日本の7月の平均気温も、近代的な観測が始まってからの125年間で最も高かったことが、気象庁のデータから 明らかになっています。先月の中旬のことです。「日本もとても暑くなってきました……。身体がまだ暑さに慣れていないせいか、外に出るとぐったりしてしまいます」という連絡が、大阪在住の知人の男性からありました。普段からジムで体力維持に励んでおり、体力には自信のある彼でさえ、ぐったりしてしまう暑さなのかと、驚いてしまったことを覚えています。
アメリカでも、熱波 がカリフォルニアの内陸部から南フロリダまで広がるように続いています。特に、先月末は「危険な暑さ」にあるとして、ニュース番組の天気予報で、連日警戒が呼びかけられるほどでした。

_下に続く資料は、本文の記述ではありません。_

describe("POST /api/photos", () => {
  it("answers with the photo's shape and a placeholder before its pictures are made", async () => {
    const { upload } = await workshop();
    const { status, body } = await upload(await jpeg());
    expect(status).toBe(201);
    expect(body).toMatchObject({ state: "processing", width: 1200, height: 800, webp: [], avif: [] });
    const stored = Buffer.from(body.placeholder, "base64");
    expect(stored.length).toBeLessThan(40);
    expect(thumbHashToApproximateAspectRatio(stored)).toBeCloseTo(1.5, 0);
  });

  it("makes WebP pictures first, then AVIF, in the widths the photo has", async () => {
    const { bench, maren, place } = await workshop();
    const photo = await readyPhoto(bench, maren, place.build, await jpeg({ width: 1200, height: 800 }));
    expect(photo).toMatchObject({ state: "ready", failure: null });
    for (const format of ["webp", "avif"] as const) {
      expect(photo[format].map((each) => each.width)).toEqual([480, 960, 1200]);
      for (const { width, url } of photo[format]) {
        const answer = await bench.fetchAs(maren, url);
        expect(answer.headers.get("content-type")).toBe(`image/${format}`);
        const metadata = await sharp(Buffer.from(await answer.arrayBuffer())).metadata();
        expect([metadata.width, metadata.height]).toEqual([width, (width * 2) / 3]);
        expect(metadata.format).toBe(format === "avif" ? "heif" : "webp");
      }
    }
  });

  it("never enlarges a photo", async () => {
    const { bench, maren, place } = await workshop();
    const small = await readyPhoto(bench, maren, place.build, await jpeg({ width: 300, height: 200 }));
    expect(small.webp.map((each) => each.width)).toEqual([300]);
    const large = await readyPhoto(bench, maren, place.build, await jpeg({ width: 2000, height: 1000 }));
    expect(large.webp.map((each) => each.width)).toEqual([480, 960, 1600]);
  });

  it("leaves no trace of where and by whom a photo was taken", async () => {
    const { bench, maren, place } = await workshop();
    const bytes = await phonePhoto({ width: 600, height: 400 }, 1);
    const before = await sharp(bytes).metadata();
    expect(Buffer.from(bytes).includes("LOWBARN-OWNER")).toBe(true);
    // Tag 0x8825 of EXIF 2.32 (CIPA DC-008), section 4.6.3: the pointer to the GPS part.
    expect(
      before.exif?.includes(Buffer.from([0x25, 0x88])) || before.exif?.includes(Buffer.from([0x88, 0x25])),
    ).toBe(true);
    const photo = await readyPhoto(bench, maren, place.build, bytes);
    const files = readdirSync(folderOf(bench, photo.id));
    expect(files.sort()).toEqual(["0-480.avif", "0-480.webp", "0-600.avif", "0-600.webp", "master"]);
    for (const file of files) {
      const kept = readFileSync(join(folderOf(bench, photo.id), file));
      const { exif, xmp, iptc, icc, orientation } = await sharp(kept).metadata();
      expect({ exif, xmp, iptc, icc, orientation }).toEqual({});
      expect(kept.includes("LOWBARN")).toBe(false);
      expect(kept.includes("Exif")).toBe(false);
    }
    expect(readdirSync(join(bench.folder, "incoming"))).toEqual([]);
  });

  it("turns a photo upright as its EXIF says", async () => {
    const { bench, maren, place } = await workshop();
    // Orientation 6 of EXIF 2.32, table 6: the first row is the right side, so red (left) comes to the top.
    const bytes = await phonePhoto({ width: 600, height: 400 }, 6);
    const photo = await readyPhoto(bench, maren, place.build, bytes);
    expect(photo).toMatchObject({ width: 400, height: 600 });
    const picture = await pictureBytes(bench, maren, photo.webp[0]?.url ?? "");
    expect(await colourAt(picture, { x: 0.5, y: 0.1 })).toBe("red");
    expect(await colourAt(picture, { x: 0.5, y: 0.9 })).toBe("blue");
  });

  it("takes a PNG that is called .jpg, and an AVIF, for what they are", async () => {
    const { upload } = await workshop();
    expect((await upload(await png(), "photo.jpg")).status).toBe(201);
    expect((await upload(await avif(), "photo.png")).status).toBe(201);
  });

  it.each([
    ["text", text("<!doctype html><script>alert(1)</script>")],
    ["a drawing", text('<svg xmlns="http://www.w3.org/2000/svg" width="9" height="9"/>')],
    ["a PDF", text("%PDF-1.7\n1 0 obj\n<<>>\nendobj\ntrailer\n<<>>")],
    ["a GIF", text("GIF89a\u0001\u0000\u0001\u0000")],
    ["nothing", new Uint8Array(0)],
  ])("refuses %s that is called photo.jpg", async (_name, bytes) => {
    const { bench, upload } = await workshop();
    const answer = await upload(bytes);
    expect(answer).toMatchObject({ status: 415, body: { error: { code: "unsupported_media" } } });
    expect(answer.body.error.message).toContain("Upload a JPEG, PNG, WebP or AVIF picture");
    expect(readdirSync(join(bench.folder, "incoming"))).toEqual([]);
    expect(bench.database.select().from(photos).all()).toEqual([]);
  });

  it("refuses a HEIC photo and says what to do", async () => {
    const { upload } = await workshop();
    const answer = await upload(heic(), "IMG_0001.HEIC");
    expect(answer.status).toBe(415);
    expect(answer.body.error.message).toContain("Save or share it as a JPEG");
  });

  it("refuses a picture that moves", async () => {
    const { upload } = await workshop();
    const answer = await upload(await movingWebp());
    expect(answer.status).toBe(415);
    expect(answer.body.error.message).toContain("moves");
  });

  it("refuses a photo that is cut short", async () => {
    const { upload } = await workshop();
    const whole = await jpeg();
    const answer = await upload(whole.slice(0, Math.floor(whole.length / 2)));
    expect(answer.status).toBe(415);
    expect(answer.body.error.message).toContain("cut short");
  });

  it("refuses too many pixels by the header alone, with both numbers", async () => {
    const { upload } = await workshop();
    const answer = await upload(pngOfSize({ width: 10_000, height: 9_000 }));
    expect(answer).toMatchObject({ status: 413, body: { error: { code: "too_large" } } });
    expect(answer.body.error.message).toContain("90 million pixels; 60 million are the most");
  });

  it("refuses too many bytes while they come in", async () => {
    const { bench, upload } = await workshop();
    const answer = await upload(new Uint8Array(photoLimits.bytes + 1));
    expect(answer).toMatchObject({ status: 413, body: { error: { code: "too_large" } } });
    expect(answer.body.error.message).toContain("larger than 25 MB");
    expect(readdirSync(join(bench.folder, "incoming"))).toEqual([]);
  });

  it("refuses a second file in one upload", async () => {
    const { bench, maren } = await workshop();
    const form = new FormData();
    form.append("photo", new File([await png({ width: 8, height: 8 })], "a.png"));
    form.append("photo", new File([await png({ width: 8, height: 8 })], "b.png"));
    const answer = await bench.fetchAs(maren, "/api/photos", { method: "POST", body: form });
    expect(answer.status).toBe(422);
    expect((await answer.json()).error.message).toContain("one photo at a time");
  });

  it("refuses one photo more than a build may hold", async () => {
    const { bench, maren, place, upload } = await workshop();
    const rows = Array.from({ length: photoLimits.perBuild }, () => ({
      id: uuid(),
      ownerId: maren.id,
      buildId: place.build.id,
      purpose: "entry" as const,
      state: "ready" as const,
      width: 1,
      height: 1,
      bytes: 1,
      createdAt: 0,
    }));
    bench.database.insert(photos).values(rows).run();
    const answer = await upload(await png({ width: 8, height: 8 }));
    expect(answer.status).toBe(409);
    expect(answer.body.error.message).toContain("2000 photos");
  });

  it("turns away the signed out, and builders of other builds", async () => {
    const { bench, place } = await workshop();
    const fields = { purpose: "entry", build: place.build.id };
    const bytes = await png({ width: 8, height: 8 });
    expect((await uploadFile(bench, null, bytes, fields)).status).toBe(401);
    expect((await uploadFile(bench, bench.person("idris"), bytes, fields)).status).toBe(404);
    expect((await uploadFile(bench, bench.person("tam"), bytes, { purpose: "entry" })).status).toBe(422);
  });
});
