import type { DemoBuild } from "../types.ts";
import { kneeBraces } from "./01-knee-braces.ts";
import { noNumber } from "./02-no-number.ts";

/** A small portable gantry for the shed. */
export const shedGantry: DemoBuild = {
  slug: "shed-gantry",
  title: "Shed gantry",
  purpose: "A small gantry on castors, to hang an engine from while it is measured.",
  status: "paused",
  owner: "maren",
  cover: "gantry",
  startedAt: "2026-04-12T09:00:00Z",
  stages: [
    { title: "Legs and braces", state: "done" },
    { title: "Beam and hoist", state: "under_way" },
  ],
  entries: [kneeBraces, noNumber],
};
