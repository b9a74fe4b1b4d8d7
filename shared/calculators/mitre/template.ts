import type { TemplateNames, TemplateSheet } from "#shared/templates/sheet.ts";
import { wrapTemplate } from "#shared/templates/wrap.ts";
import { type MitreResults, mitreFromAxis } from "./formula.ts";
import type { MitreInputs } from "./inputs.ts";

/** The wrap template of a mitre, full size in mm: laid out as `wrapTemplate` says, and the same for both tubes. */
export function mitreTemplate(
  inputs: MitreInputs,
  results: MitreResults,
  names: TemplateNames,
): TemplateSheet {
  const { od, wall, turn } = inputs;
  const depth = (radius: number) => (around: number) =>
    mitreFromAxis(turn, radius, around) - results.tipFromAxis;
  const strip = wrapTemplate(
    {
      width: results.templateWidth,
      deepest: results.deepest,
      outside: depth(od / 2),
      bore: depth(od / 2 - wall),
      quarters: [
        ["HEEL", results.heelDepth],
        ["90° SIDE", results.sideDepth.at90],
        ["TOE", results.toeDepth],
        ["270° SIDE", results.sideDepth.at270],
      ],
      about: [`${od} × ${wall} mm, both tubes`, `turn ${turn}°, saw ${results.cutAngle}°, ${names.date}`],
    },
    names,
  );
  return {
    ...strip,
    facts: [
      { label: "Tube", value: `${od} × ${wall} mm` },
      { label: "Turn", value: `${turn}°` },
      { label: "Saw angle", value: `${results.cutAngle}°` },
      { label: "Deepest cut", value: `${results.deepest.toFixed(1)} mm` },
      { label: "Wrap length", value: `${results.templateWidth.toFixed(1)} mm` },
      { label: "Paper", value: `${inputs.paperThickness} mm` },
    ],
    instructions: [
      "Cut along the solid curve. The dashed line is the bore: for reference, do not cut it.",
      "Wrap it print outward, arrow toward the cut end, HEEL on the inside of the corner. Do the same on the other tube.",
    ],
  };
}
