import { defineCalculator } from "../definition.ts";
import { mitre as compute } from "./formula.ts";
import { mitreMarks } from "./hand-marks.ts";
import { mitreInputs } from "./inputs.ts";
import { mitreTemplate } from "./template.ts";

/** Two equal tubes that meet in a plane cut. */
export const mitre = defineCalculator({
  id: "mitre",
  version: 1,
  name: "Mitre",
  purpose: "Mark and cut two equal round tubes so that they meet in a corner.",
  group: "Joining tubes",
  words: ["mitre", "miter", "corner", "elbow", "plane cut", "wrap template", "tube joint", "saw angle"],
  inputs: mitreInputs,
  example: { od: 44.5, wall: 2.5, turn: 90 },
  compute,
  template: mitreTemplate,
  steps: mitreMarks,
  resultFields: [
    {
      name: "cutAngle",
      label: "Saw angle",
      unit: "°",
      decimals: 2,
      meaning: "From a square cut. The same on both tubes.",
    },
    {
      name: "deepest",
      label: "Deepest cut",
      unit: "mm",
      decimals: 1,
      meaning: "At the heel, from the squared end.",
    },
    {
      name: "sideDepth.at90",
      label: "Depth at the sides",
      unit: "mm",
      decimals: 1,
      meaning: "A quarter turn from the heel, both ways.",
    },
    {
      name: "tipFromAxis",
      label: "Tip from crossing",
      unit: "mm",
      decimals: 1,
      meaning: "From where the axes cross to the longest point. Negative: the toe reaches past the crossing.",
    },
    {
      name: "templateWidth",
      label: "Wrap length",
      unit: "mm",
      decimals: 1,
      meaning: "Once round the tube, with the paper.",
    },
    {
      name: "weldLength",
      label: "Weld length",
      unit: "mm",
      decimals: 1,
      meaning: "Along the outside, all the way round.",
    },
  ],
  cautions: [
    "This is a sum for the shape of a cut. It does not judge the strength of the joint or the weld: have a coded welder or an engineer do that for anything people ride in or stand under.",
    "Clamp the tube before you cut it: a steep cut wants to walk. Fresh edges cut, so deburr inside and out.",
    "Fit before you weld, and check the turn: a corner pulls in as its weld cools.",
  ],
  method: {
    formula: [
      "r = outside diameter / 2,  φ = place round the tube (0 on the inside of the corner)",
      "depth(φ) = r·(1 + cos φ)·tan(turn/2)",
      "cut angle = turn/2",
      "weld length = perimeter of the ellipse with half axes r and r / cos(turn/2)",
    ],
    explanation:
      "The cut lies in the plane that halves the corner. It is deepest on the inside of the corner, the heel, and nothing at the toe. On the bore the same with r − wall in the cosine.",
    sources: [
      "Analytic geometry of a cylinder cut by a plane; compared in our tests with a general-purpose solid kernel to 0.05 mm.",
    ],
  },
});
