import type { Person } from "#server/http/viewer.ts";
import type { BuildPage, StageView } from "#shared/contracts/builds.ts";
import type { EntryDraft } from "#shared/contracts/entries.ts";
import type { PhotoView } from "#shared/contracts/photos.ts";
import type { ContentBench } from "#tests/setup/content-bench.ts";

export function words(...lines: string[]) {
  return {
    type: "doc",
    content: lines.map((text) => ({ type: "paragraph", content: [{ type: "text", text }] })),
  };
}

export function photoBlock(photoId: string, alt: string | null, caption = "") {
  return { type: "photo", attrs: { photoId, alt, caption } };
}

export function workingBlock(workingId: string, inputs: Record<string, unknown>, title = "Lower front cope") {
  return { type: "working", attrs: { workingId, calculator: "saddle-cope", title, inputs } };
}

/** A build with one stage, which nobody but its builder sees yet. */
export async function startBuild(
  bench: ContentBench,
  builder: Person,
  title = "Heron",
): Promise<{ build: BuildPage; stage: StageView }> {
  const made = await bench.send(builder, "POST", "/api/builds", {
    title,
    purpose: "A single-seat hillclimb car",
    status: "under_way",
  });
  const stage = await bench.send(builder, "POST", `/api/builds/${made.body.slug}/stages`, { title: "Frame" });
  return { build: made.body, stage: stage.body };
}

export async function startEntry(
  bench: ContentBench,
  builder: Person,
  { build, stage }: { build: BuildPage; stage: StageView },
  title = "Setting out the frame",
): Promise<EntryDraft> {
  const made = await bench.send(builder, "POST", `/api/builds/${build.slug}/entries`, {
    stageId: stage.id,
    title,
  });
  return made.body;
}

/** Saves a draft over its present version; `change` is what differs. */
export async function saveOver(
  bench: ContentBench,
  builder: Person,
  draft: EntryDraft,
  change: Record<string, unknown>,
) {
  const { title, summary, stageId, document, version } = draft;
  return bench.send(builder, "PUT", `/api/entries/${draft.id}/draft`, {
    baseVersion: version,
    title,
    summary,
    stageId,
    document,
    ...change,
  });
}

export async function publish(bench: ContentBench, builder: Person, draft: EntryDraft) {
  return bench.send(builder, "POST", `/api/entries/${draft.id}/publish`, { baseVersion: draft.version });
}

/** An entry of one line that readers see. */
export async function publishedEntry(
  bench: ContentBench,
  builder: Person,
  place: { build: BuildPage; stage: StageView },
  title = "Setting out the frame",
): Promise<EntryDraft> {
  const draft = await startEntry(bench, builder, place, title);
  return (await publish(bench, builder, draft)).body;
}

export async function uploadFile(
  bench: ContentBench,
  builder: Person | null,
  bytes: Uint8Array<ArrayBuffer>,
  { name = "photo.jpg", ...fields }: { name?: string; purpose?: string; build?: string },
) {
  const form = new FormData();
  for (const [key, value] of Object.entries(fields)) form.set(key, value);
  form.set("photo", new File([bytes], name));
  const answer = await bench.fetchAs(builder, "/api/photos", { method: "POST", body: form });
  return { status: answer.status, body: await answer.json() };
}

/** A photo of a build with its pictures made. */
export async function readyPhoto(
  bench: ContentBench,
  builder: Person,
  build: BuildPage,
  bytes: Uint8Array<ArrayBuffer>,
): Promise<PhotoView> {
  const { body } = await uploadFile(bench, builder, bytes, { purpose: "entry", build: build.id });
  await bench.queue.runDue();
  return (await bench.send(builder, "GET", `/api/photos/${body.id}`)).body;
}
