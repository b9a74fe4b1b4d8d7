import type { MitreResults } from "./formula.ts";
import type { MitreInputs } from "./inputs.ts";

/**
 * The steps for marking the mitre by hand with a square and a marker: common practice, no source.
 *
 * @param show writes a length given in mm
 */
export function mitreMarks(
  inputs: MitreInputs,
  results: MitreResults,
  show: (millimetres: number) => string,
): string[] {
  const quarter = show((Math.PI * inputs.od) / 4);
  return [
    "Cut both tubes square at the ends that meet, with the toe's length: the toe loses nothing.",
    `Draw a line along each tube: this is the heel, on the inside of the corner. Round the tube, mark three more lines ${quarter} apart.`,
    `From the squared end, mark the depth on each line: heel ${show(results.heelDepth)}, both sides ${show(results.sideDepth.at90)}, toe nothing.`,
    "Pull a strip of card with a straight edge tight through the marks and trace it, or wrap the template.",
    `Or set the saw ${Number(results.cutAngle.toFixed(2))}° off square, with the heel line up, and cut through heel mark and toe.`,
    "Put the two cuts together, heel to heel, on a flat table. Check the turn, then file where light shows.",
  ];
}
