import AxeBuilder from "@axe-core/playwright";
import { type BrowserContext, expect, type Page, test } from "@playwright/test";

type Cookies = Awaited<ReturnType<BrowserContext["cookies"]>>;

const picture = "server/demo/photos/cope-90.jpg";
let cookies: Cookies;

test.beforeAll(async ({ browser, baseURL }) => {
  const context = await browser.newContext({ baseURL: baseURL ?? "" });
  const answer = await context.request.post("/api/auth/sign-in/email", {
    data: { email: "maren@lowbarn.example", password: "vee-block-71-Kestrel" },
    headers: { Origin: baseURL ?? "" },
  });
  expect(answer.ok()).toBe(true);
  cookies = await context.cookies();
  await context.close();
});

test.beforeEach(async ({ context }) => context.addCookies(cookies));

/** A draft in the first stage of a build; answers its id. */
async function beginDraft(page: Page, baseURL: string | undefined, title = ""): Promise<string> {
  const headers = { Origin: baseURL ?? "" };
  const build = await (await page.request.get("/api/workshop/builds/heron")).json();
  const data = { stageId: build.stages[0].id, title };
  const answer = await page.request.post("/api/builds/heron/entries", { data, headers });
  expect(answer.status()).toBe(201);
  return (await answer.json()).id;
}

async function openEditor(page: Page, id: string): Promise<void> {
  await page.goto(`/workshop/entries/${id}`);
  await expect(text(page)).toBeVisible();
}

const text = (page: Page) => page.getByRole("textbox", { name: "Text of the entry" });
const saveState = (page: Page) =>
  page
    .locator("output")
    .filter({ hasText: /saved|saving/i })
    .first();
const saved = (page: Page) => expect(saveState(page)).toHaveText(/^Saved \d\d:\d\d$/, { timeout: 15_000 });

async function draftOf(page: Page, id: string) {
  return (await page.request.get(`/api/entries/${id}/draft`)).json();
}

async function expectNoSideScroll(page: Page): Promise<void> {
  const over = await page.evaluate(() => document.documentElement.scrollWidth - window.innerWidth);
  expect(over).toBeLessThanOrEqual(0);
}

/** Cuts a page off from saving; what it answers joins it up again. */
async function loseConnection(page: Page): Promise<() => Promise<void>> {
  const path = "**/api/entries/*/draft";
  await page.route(path, (route) => (route.request().method() === "PUT" ? route.abort() : route.continue()));
  return () => page.unroute(path);
}
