import { fail, ok, type Result } from "#shared/result.ts";
import type { CalculatorIssue } from "../definition.ts";
import { trig } from "../saddle-cope/formula.ts";
import type { MitreInputs } from "./inputs.ts";

/** One place round the tube. Angles in degrees, depths in mm from the squared end. */
export interface MitrePoint {
  /** 0 at the heel, on the inside of the corner, where the cut is deepest; 180 at the toe. */
  around: number;
  depth: number;
  innerDepth: number;
  /** Angle between the two outside surfaces in the weld: least at the heel, past 180 at the toe. */
  dihedral: number;
}

/** Results of `mitre`; lengths in mm, angles in degrees. */
export interface MitreResults {
  /** From 0 to 360, both ends given, so that it closes on a sheet. */
  curve: MitrePoint[];
  /** Saw setting from a square cut. */
  cutAngle: number;
  deepest: number;
  heelDepth: number;
  toeDepth: number;
  sideDepth: { at90: number; at270: number };
  /** From where the axes cross to the longest point of the tube, along it: negative, for the toe reaches past. */
  tipFromAxis: number;
  templateWidth: number;
  /** Once round the cut, an ellipse. */
  weldLength: number;
}

/**
 * Distance along the tube from the crossing of the axes to the plane cut, for a line at the given radius.
 *
 * s(φ) = radius·cosφ·tan(turn/2)
 *
 * @param around φ in degrees, 0 on the inside of the corner
 * @returns mm, positive toward the tube
 */
export function mitreFromAxis(turn: number, radius: number, around: number): number {
  return radius * trig(around).cos * Math.tan((turn * Math.PI) / 360);
}

/**
 * Mitre of two equal tubes: depth(φ) = r·(1 + cosφ)·tan(turn/2).
 *
 * @param inputs parsed by `mitreInputs`
 * @returns fails on `wall` when it leaves no bore
 * @see plane cut of a cylinder (analytic geometry); compared with a solid kernel in tests/reference
 */
export function mitre(inputs: MitreInputs): Result<MitreResults, CalculatorIssue> {
  const { od, wall, turn, samples } = inputs;
  const r = od / 2;
  if (wall >= r) {
    const message = `The wall leaves no bore: it must be less than half the outside diameter (${Number(r.toFixed(3))} mm).`;
    return fail({ field: "wall", message });
  }
  const tipFromAxis = mitreFromAxis(turn, r, 180);
  const depth = (around: number) => mitreFromAxis(turn, r, around) - tipFromAxis;
  return ok({
    curve: Array.from({ length: samples + 1 }, (_, step) => {
      const around = (360 * step) / samples;
      return {
        around,
        depth: depth(around),
        innerDepth: mitreFromAxis(turn, r - wall, around) - tipFromAxis,
        dihedral: dihedralAt(turn, around),
      };
    }),
    cutAngle: turn / 2,
    deepest: depth(0),
    heelDepth: depth(0),
    toeDepth: 0,
    sideDepth: { at90: depth(90), at270: depth(270) },
    tipFromAxis,
    templateWidth: Math.PI * (od + inputs.paperThickness),
    weldLength: ellipsePerimeter(r / Math.cos((turn * Math.PI) / 360), r),
  });
}

/** 180 − 2·asin(cosφ·sin(turn/2)): both surfaces lean alike off the plane of the cut. */
function dihedralAt(turn: number, around: number): number {
  const lean = Math.asin(trig(around).cos * Math.sin((turn * Math.PI) / 360));
  return 180 - (360 / Math.PI) * lean;
}

/** Perimeter of an ellipse by the arithmetic-geometric mean: Abramowitz and Stegun, 17.6. */
function ellipsePerimeter(major: number, minor: number): number {
  let [a, b] = [major, minor];
  let sum = (a * a - b * b) / 2;
  for (let power = 1; a - b > 1e-14 * a; power *= 2) {
    const c = (a - b) / 2;
    [a, b] = [(a + b) / 2, Math.sqrt(a * b)];
    sum += power * c * c;
  }
  return (2 * Math.PI * (major * major - sum)) / a;
}
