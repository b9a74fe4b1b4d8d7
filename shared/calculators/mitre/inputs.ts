import { z } from "zod";
import { countInput, numberInput } from "../inputs.ts";

/** Inputs of `mitre`: lengths in mm, angle in degrees. */
export const mitreInputs = z.strictObject({
  od: numberInput({
    label: "Outside diameter",
    unit: "mm",
    help: "Of both tubes: they are alike.",
    min: 3,
    max: 2000,
    step: 0.1,
    decimals: 2,
  }),
  wall: numberInput({
    label: "Wall",
    unit: "mm",
    help: "Wall thickness of both tubes.",
    min: 0.2,
    max: 200,
    step: 0.1,
    decimals: 2,
  }),
  turn: numberInput({
    label: "Turn",
    unit: "°",
    help: "How far the second tube turns off the line of the first. 90 makes a square corner.",
    min: 1,
    max: 150,
    step: 0.5,
    decimals: 2,
  }),
  paperThickness: numberInput({
    label: "Paper thickness",
    unit: "mm",
    help: "Makes the wrap a touch longer, so that it meets. Office paper is about 0.1.",
    min: 0,
    max: 3,
    step: 0.05,
    decimals: 2,
    minor: true,
  }).default(0.1),
  samples: countInput({
    label: "Points round the tube",
    unit: "",
    help: "How many steps the listed curve has. It does not move the other numbers.",
    min: 8,
    max: 720,
    step: 4,
    minor: true,
  }).default(72),
});

export type MitreInputs = z.output<typeof mitreInputs>;
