import { crc32, deflateSync } from "node:zlib";
import sharp from "sharp";

type Bytes = Uint8Array<ArrayBuffer>;

const own = (buffer: Buffer): Bytes => Uint8Array.from(buffer);

interface Size {
  width: number;
  height: number;
}

/** A picture with a red left half and a blue right half, so that a turn shows. */
function halves({ width, height }: Size) {
  const left = Math.floor(width / 2);
  return sharp({ create: { width, height, channels: 3, background: { r: 20, g: 40, b: 220 } } }).composite([
    {
      input: { create: { width: left, height, channels: 3, background: { r: 220, g: 30, b: 20 } } },
      left: 0,
      top: 0,
    },
  ]);
}

export async function jpeg(size: Size = { width: 1200, height: 800 }): Promise<Bytes> {
  return own(await halves(size).jpeg().toBuffer());
}

export async function png(size: Size = { width: 1200, height: 800 }): Promise<Bytes> {
  return own(await halves(size).png().toBuffer());
}

export async function avif(size: Size = { width: 64, height: 48 }): Promise<Bytes> {
  return own(await halves(size).avif({ effort: 0 }).toBuffer());
}

/** A phone's photo: place, maker and owner in its EXIF, and the turn that says which way up it is. */
export async function phonePhoto(size: Size, orientation: number): Promise<Bytes> {
  const photo = halves(size)
    .jpeg()
    .withMetadata({ orientation })
    .withExifMerge({
      IFD0: { Artist: "LOWBARN-OWNER", Make: "LOWBARN-PHONE" },
      IFD3: {
        GPSLatitudeRef: "N",
        GPSLatitude: "51/1 30/1 3230/100",
        GPSLongitudeRef: "W",
        GPSLongitude: "0/1 7/1 4366/100",
      },
    });
  return own(await photo.toBuffer());
}

/** Two frames that differ, one above the other. */
export async function movingWebp(): Promise<Bytes> {
  const frames = Buffer.concat([Buffer.alloc(16 * 16 * 3, 30), Buffer.alloc(16 * 16 * 3, 200)]);
  const moving = sharp(frames, { raw: { width: 16, height: 32, channels: 3, pageHeight: 16 } }).webp({
    loop: 0,
    delay: [100, 100],
  });
  return own(await moving.toBuffer());
}

/** A PNG whose header names its size but which holds no picture (ISO/IEC 15948: signature, IHDR, IDAT, IEND). */
export function pngOfSize({ width, height }: Size): Bytes {
  const header = Buffer.alloc(13);
  header.writeUInt32BE(width, 0);
  header.writeUInt32BE(height, 4);
  header.set([8, 2, 0, 0, 0], 8);
  const signature = Buffer.from([0x89, 0x50, 0x4e, 0x47, 0x0d, 0x0a, 0x1a, 0x0a]);
  return own(
    Buffer.concat([
      signature,
      chunk("IHDR", header),
      chunk("IDAT", deflateSync(Buffer.alloc(1))),
      chunk("IEND", Buffer.alloc(0)),
    ]),
  );
}

function chunk(type: string, data: Buffer): Buffer {
  const body = Buffer.concat([Buffer.from(type, "latin1"), data]);
  const out = Buffer.alloc(body.length + 8);
  out.writeUInt32BE(data.length, 0);
  body.copy(out, 4);
  out.writeUInt32BE(crc32(body), body.length + 4);
  return out;
}

/** The first bytes of a HEVC still picture: the brand `heic` of ISO/IEC 23008-12. */
export function heic(): Bytes {
  const box = Buffer.alloc(400);
  box.writeUInt32BE(24, 0);
  box.write("ftypheic", 4, "latin1");
  box.write("mif1heic", 16, "latin1");
  return own(box);
}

私が滞在しているサンディエゴの沿岸部は、例年よりも暑い夏になっているといえども、最高気温が26度から30度と、めったに30度を超えることはありません。しかし、少し山側へ行くと、どんどん気温が上がります。沿岸部と10度以上の気温差があることもよくあります。
初めは、海側よりも山のほうが、気温が高いということが不思議でならなかったのですが、カリフォルニア州の気候が、緯度、標高および海岸からの距離によって砂漠気候から亜寒帯気候まで様々であること、そして日本の気候とは全く違うことを体感することで、「そうなんだ」と納得することがようやくできるようになりました。